» **DATA TO EXAMINE**:
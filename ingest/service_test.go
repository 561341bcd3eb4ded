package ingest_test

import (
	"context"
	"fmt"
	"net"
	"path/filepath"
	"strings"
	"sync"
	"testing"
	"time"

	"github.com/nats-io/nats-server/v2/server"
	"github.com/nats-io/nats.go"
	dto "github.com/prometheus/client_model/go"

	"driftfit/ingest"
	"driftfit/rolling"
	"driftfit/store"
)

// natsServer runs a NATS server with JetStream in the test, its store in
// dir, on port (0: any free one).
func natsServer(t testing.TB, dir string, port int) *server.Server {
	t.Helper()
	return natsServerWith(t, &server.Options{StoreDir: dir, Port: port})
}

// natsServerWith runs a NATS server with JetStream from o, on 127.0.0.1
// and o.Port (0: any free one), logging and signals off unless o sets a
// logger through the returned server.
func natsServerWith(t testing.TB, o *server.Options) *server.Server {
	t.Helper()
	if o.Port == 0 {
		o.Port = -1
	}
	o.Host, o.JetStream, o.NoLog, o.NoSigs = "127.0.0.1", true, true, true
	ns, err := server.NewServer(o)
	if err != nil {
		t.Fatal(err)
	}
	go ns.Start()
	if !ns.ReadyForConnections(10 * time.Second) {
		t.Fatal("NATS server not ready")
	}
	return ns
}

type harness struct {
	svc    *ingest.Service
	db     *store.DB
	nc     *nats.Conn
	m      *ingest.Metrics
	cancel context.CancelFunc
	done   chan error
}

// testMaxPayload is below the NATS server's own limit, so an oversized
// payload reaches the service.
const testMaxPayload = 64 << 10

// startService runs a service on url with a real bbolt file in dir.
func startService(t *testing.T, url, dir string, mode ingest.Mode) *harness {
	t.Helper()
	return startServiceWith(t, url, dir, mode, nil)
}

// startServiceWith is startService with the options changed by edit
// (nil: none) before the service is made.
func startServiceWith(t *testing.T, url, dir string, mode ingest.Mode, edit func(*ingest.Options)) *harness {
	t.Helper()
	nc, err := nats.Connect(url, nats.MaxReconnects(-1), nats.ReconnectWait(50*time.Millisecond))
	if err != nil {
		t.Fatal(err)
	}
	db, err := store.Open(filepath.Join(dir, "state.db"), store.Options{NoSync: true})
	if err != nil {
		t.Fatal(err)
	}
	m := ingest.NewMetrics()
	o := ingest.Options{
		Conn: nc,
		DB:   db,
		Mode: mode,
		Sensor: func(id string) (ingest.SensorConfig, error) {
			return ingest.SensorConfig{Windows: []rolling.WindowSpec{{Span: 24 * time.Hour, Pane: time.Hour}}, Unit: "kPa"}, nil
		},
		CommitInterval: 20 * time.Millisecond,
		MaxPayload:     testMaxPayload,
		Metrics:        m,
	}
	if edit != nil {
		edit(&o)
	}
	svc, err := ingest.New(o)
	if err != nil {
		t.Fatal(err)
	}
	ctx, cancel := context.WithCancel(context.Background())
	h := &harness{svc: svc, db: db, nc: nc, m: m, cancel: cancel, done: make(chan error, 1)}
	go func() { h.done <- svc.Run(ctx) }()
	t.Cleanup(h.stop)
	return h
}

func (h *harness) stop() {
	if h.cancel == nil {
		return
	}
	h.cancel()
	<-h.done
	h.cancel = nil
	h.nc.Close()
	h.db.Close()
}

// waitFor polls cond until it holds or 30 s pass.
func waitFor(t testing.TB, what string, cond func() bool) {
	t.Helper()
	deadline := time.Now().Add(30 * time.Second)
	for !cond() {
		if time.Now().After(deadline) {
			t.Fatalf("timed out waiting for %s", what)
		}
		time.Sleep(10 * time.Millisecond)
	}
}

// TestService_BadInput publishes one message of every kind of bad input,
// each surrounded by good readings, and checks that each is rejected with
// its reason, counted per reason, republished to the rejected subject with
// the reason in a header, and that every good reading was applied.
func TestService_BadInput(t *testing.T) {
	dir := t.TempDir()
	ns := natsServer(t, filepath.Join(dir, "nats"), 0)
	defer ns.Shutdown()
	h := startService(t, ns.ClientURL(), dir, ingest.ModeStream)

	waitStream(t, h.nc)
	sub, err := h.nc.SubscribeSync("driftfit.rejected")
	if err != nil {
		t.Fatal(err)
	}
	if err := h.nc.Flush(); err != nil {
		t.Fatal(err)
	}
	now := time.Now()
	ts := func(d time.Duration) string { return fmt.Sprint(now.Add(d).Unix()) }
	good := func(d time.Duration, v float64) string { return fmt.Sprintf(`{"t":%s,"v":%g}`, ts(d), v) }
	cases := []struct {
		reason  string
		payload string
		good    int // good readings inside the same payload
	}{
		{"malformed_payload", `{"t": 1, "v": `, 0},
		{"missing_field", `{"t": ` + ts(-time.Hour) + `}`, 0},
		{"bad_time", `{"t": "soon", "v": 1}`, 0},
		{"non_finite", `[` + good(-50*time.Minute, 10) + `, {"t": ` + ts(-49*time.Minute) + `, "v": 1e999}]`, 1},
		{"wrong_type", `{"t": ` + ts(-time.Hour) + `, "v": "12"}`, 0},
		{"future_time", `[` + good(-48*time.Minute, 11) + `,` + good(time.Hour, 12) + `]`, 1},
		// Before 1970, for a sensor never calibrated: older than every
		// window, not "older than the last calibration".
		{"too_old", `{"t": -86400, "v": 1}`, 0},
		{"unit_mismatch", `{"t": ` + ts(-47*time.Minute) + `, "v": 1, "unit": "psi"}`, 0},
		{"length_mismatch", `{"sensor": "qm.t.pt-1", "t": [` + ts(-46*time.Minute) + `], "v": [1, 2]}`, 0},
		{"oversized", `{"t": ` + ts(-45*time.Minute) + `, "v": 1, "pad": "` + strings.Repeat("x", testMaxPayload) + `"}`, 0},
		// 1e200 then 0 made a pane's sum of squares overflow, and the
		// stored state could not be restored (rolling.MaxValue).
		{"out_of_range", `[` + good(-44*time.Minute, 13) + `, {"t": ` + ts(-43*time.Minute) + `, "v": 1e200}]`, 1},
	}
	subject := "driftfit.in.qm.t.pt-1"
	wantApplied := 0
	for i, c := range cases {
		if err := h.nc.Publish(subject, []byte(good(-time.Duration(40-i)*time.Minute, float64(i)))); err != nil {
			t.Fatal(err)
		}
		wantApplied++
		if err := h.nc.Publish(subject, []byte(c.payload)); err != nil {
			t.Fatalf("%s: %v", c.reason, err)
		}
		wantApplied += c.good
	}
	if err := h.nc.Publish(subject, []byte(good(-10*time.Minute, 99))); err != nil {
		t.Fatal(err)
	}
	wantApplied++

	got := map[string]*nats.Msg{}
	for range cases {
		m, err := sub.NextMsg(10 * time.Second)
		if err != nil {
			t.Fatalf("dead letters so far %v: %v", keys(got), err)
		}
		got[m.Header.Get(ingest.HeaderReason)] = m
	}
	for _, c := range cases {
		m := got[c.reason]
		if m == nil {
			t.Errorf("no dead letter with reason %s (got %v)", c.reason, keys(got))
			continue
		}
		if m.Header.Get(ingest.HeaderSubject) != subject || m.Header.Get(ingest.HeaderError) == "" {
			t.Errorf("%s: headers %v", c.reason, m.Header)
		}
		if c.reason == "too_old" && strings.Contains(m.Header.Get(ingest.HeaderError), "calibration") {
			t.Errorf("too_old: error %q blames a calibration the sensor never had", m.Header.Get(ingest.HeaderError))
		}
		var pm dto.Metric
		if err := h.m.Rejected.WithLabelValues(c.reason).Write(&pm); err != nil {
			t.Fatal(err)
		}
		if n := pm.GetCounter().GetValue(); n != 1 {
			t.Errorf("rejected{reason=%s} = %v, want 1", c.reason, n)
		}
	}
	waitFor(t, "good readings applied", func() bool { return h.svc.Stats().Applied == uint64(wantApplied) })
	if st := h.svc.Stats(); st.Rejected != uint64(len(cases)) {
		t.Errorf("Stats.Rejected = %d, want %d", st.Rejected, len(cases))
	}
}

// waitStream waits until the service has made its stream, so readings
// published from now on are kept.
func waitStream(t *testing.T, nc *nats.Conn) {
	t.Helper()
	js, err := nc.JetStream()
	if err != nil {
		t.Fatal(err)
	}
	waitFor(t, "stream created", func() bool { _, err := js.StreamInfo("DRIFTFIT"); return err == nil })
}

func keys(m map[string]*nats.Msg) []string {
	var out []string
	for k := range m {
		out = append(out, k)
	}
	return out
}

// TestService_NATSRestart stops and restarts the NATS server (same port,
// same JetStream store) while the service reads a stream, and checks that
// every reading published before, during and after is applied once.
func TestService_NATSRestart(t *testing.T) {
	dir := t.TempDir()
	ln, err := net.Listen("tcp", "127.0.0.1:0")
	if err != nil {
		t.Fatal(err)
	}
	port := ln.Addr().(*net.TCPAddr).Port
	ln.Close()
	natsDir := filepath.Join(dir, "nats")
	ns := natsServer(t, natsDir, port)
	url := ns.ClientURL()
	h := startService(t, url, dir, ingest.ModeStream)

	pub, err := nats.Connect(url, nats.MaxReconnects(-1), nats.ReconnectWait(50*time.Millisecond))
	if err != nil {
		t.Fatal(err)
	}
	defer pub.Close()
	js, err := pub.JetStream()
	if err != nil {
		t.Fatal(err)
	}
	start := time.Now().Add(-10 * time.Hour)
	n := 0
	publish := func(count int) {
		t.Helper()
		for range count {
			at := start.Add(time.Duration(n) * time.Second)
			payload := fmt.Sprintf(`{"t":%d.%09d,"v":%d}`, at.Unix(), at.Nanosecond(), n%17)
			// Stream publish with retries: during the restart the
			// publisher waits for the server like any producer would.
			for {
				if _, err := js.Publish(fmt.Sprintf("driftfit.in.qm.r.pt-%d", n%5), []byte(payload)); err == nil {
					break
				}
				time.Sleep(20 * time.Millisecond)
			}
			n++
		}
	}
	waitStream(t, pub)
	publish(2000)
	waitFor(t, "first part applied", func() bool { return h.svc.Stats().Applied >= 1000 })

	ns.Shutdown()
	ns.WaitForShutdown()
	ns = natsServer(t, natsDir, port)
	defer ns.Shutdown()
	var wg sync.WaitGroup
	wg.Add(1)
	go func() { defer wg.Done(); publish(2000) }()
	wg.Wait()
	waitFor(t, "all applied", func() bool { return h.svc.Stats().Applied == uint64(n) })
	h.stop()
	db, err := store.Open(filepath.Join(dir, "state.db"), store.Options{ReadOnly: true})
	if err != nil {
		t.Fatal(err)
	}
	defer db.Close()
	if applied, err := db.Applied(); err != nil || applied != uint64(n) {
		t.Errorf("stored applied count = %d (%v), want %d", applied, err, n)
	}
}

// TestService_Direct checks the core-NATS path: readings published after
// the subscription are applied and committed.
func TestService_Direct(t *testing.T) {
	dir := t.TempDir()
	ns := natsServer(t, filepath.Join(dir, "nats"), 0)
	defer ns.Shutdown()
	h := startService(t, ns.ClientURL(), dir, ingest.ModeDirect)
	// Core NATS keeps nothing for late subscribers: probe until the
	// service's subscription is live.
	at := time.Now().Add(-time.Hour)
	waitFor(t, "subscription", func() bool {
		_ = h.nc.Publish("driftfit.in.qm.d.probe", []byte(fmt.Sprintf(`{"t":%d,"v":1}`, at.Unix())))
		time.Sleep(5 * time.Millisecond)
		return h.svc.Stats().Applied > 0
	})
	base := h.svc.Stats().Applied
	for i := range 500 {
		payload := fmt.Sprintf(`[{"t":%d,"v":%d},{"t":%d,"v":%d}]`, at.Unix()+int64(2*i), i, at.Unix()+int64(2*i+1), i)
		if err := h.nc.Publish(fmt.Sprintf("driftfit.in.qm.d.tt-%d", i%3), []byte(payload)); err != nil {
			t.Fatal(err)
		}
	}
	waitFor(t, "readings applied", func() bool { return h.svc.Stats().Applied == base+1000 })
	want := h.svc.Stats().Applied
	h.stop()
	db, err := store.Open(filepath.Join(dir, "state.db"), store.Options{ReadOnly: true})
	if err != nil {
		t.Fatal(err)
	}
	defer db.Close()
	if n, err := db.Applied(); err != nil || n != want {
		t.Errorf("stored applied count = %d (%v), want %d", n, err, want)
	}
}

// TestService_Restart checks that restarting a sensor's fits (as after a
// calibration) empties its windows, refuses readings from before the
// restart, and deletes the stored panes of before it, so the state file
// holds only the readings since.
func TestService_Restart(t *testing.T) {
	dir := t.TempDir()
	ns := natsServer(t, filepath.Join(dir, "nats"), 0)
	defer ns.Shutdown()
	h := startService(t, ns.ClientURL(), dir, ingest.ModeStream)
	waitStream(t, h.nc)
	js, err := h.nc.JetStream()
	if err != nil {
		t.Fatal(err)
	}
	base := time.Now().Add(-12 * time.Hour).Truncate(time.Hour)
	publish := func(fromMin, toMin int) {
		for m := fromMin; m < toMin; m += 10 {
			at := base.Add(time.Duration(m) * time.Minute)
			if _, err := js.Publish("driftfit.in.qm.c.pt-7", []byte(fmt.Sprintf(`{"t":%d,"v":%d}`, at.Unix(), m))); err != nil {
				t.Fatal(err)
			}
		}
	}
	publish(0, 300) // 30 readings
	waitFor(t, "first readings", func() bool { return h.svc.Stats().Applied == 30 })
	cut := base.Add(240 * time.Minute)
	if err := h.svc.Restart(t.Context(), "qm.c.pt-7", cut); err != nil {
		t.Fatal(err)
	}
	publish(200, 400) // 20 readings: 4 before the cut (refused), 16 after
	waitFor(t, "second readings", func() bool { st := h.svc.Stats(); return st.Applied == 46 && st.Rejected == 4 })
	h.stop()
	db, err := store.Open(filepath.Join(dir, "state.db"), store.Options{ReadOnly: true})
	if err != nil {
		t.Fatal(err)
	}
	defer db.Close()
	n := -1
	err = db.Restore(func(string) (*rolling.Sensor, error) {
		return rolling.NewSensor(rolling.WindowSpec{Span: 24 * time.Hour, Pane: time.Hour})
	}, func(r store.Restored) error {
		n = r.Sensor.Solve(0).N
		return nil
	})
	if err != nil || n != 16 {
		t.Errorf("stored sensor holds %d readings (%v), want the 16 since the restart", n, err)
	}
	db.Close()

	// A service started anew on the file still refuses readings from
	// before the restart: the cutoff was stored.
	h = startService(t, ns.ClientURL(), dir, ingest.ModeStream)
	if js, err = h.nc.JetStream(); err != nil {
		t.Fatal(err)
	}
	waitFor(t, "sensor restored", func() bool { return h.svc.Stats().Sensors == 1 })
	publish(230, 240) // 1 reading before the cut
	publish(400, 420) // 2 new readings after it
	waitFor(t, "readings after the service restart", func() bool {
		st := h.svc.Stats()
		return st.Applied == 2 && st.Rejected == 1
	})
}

» **THE PROBLEM**: Retype exactly the span of lines from the one with "t.Cleanup(h.stop)" through the one with "TestService_BadInput publishes one"; include both ends and omit the rest of the material.

» **EXERCISE SOLUTION**:
	t.Cleanup(h.stop)
	return h
}

func (h *harness) stop() {
	if h.cancel == nil {
		return
	}
	h.cancel()
	<-h.done
	h.cancel = nil
	h.nc.Close()
	h.db.Close()
}

// waitFor polls cond until it holds or 30 s pass.
func waitFor(t testing.TB, what string, cond func() bool) {
	t.Helper()
	deadline := time.Now().Add(30 * time.Second)
	for !cond() {
		if time.Now().After(deadline) {
			t.Fatalf("timed out waiting for %s", what)
		}
		time.Sleep(10 * time.Millisecond)
	}
}

// TestService_BadInput publishes one message of every kind of bad input,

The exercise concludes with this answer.